** Opening Data excerpts block **

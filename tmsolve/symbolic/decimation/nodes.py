"""Continuous variables in the cut: their nodes carry weights, which are no energies."""

from __future__ import annotations

from ...assemble.window import ChainWindow
from ...errors import NotApplicable

__all__ = ["refuse_nodes"]


def refuse_nodes(window: ChainWindow) -> None:
    """Refuse to sum out cells between nodes of a quadrature rule."""
    for kind, _ in window.left:
        grid = window.chain.cell[kind].grid
        if grid is not None:
            raise NotApplicable(
                f"decimate gives energies between discrete states, and those of kind {kind!r} are nodes of {grid}, "
                "whose weights would enter. Declare discrete states such as clock(q), or take the kernel of b cells "
                "between two values from open_chain(point, b + 1, left=…, right=…).log_Z"
            )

** Closing Data excerpts block **

• [What to do]:
Find the word "weights" in the data and copy out each line where it turns up.

• [Answer for the task]:
"""Continuous variables in the cut: their nodes carry weights, which are no energies."""
                "whose weights would enter. Declare discrete states such as clock(q), or take the kernel of b cells "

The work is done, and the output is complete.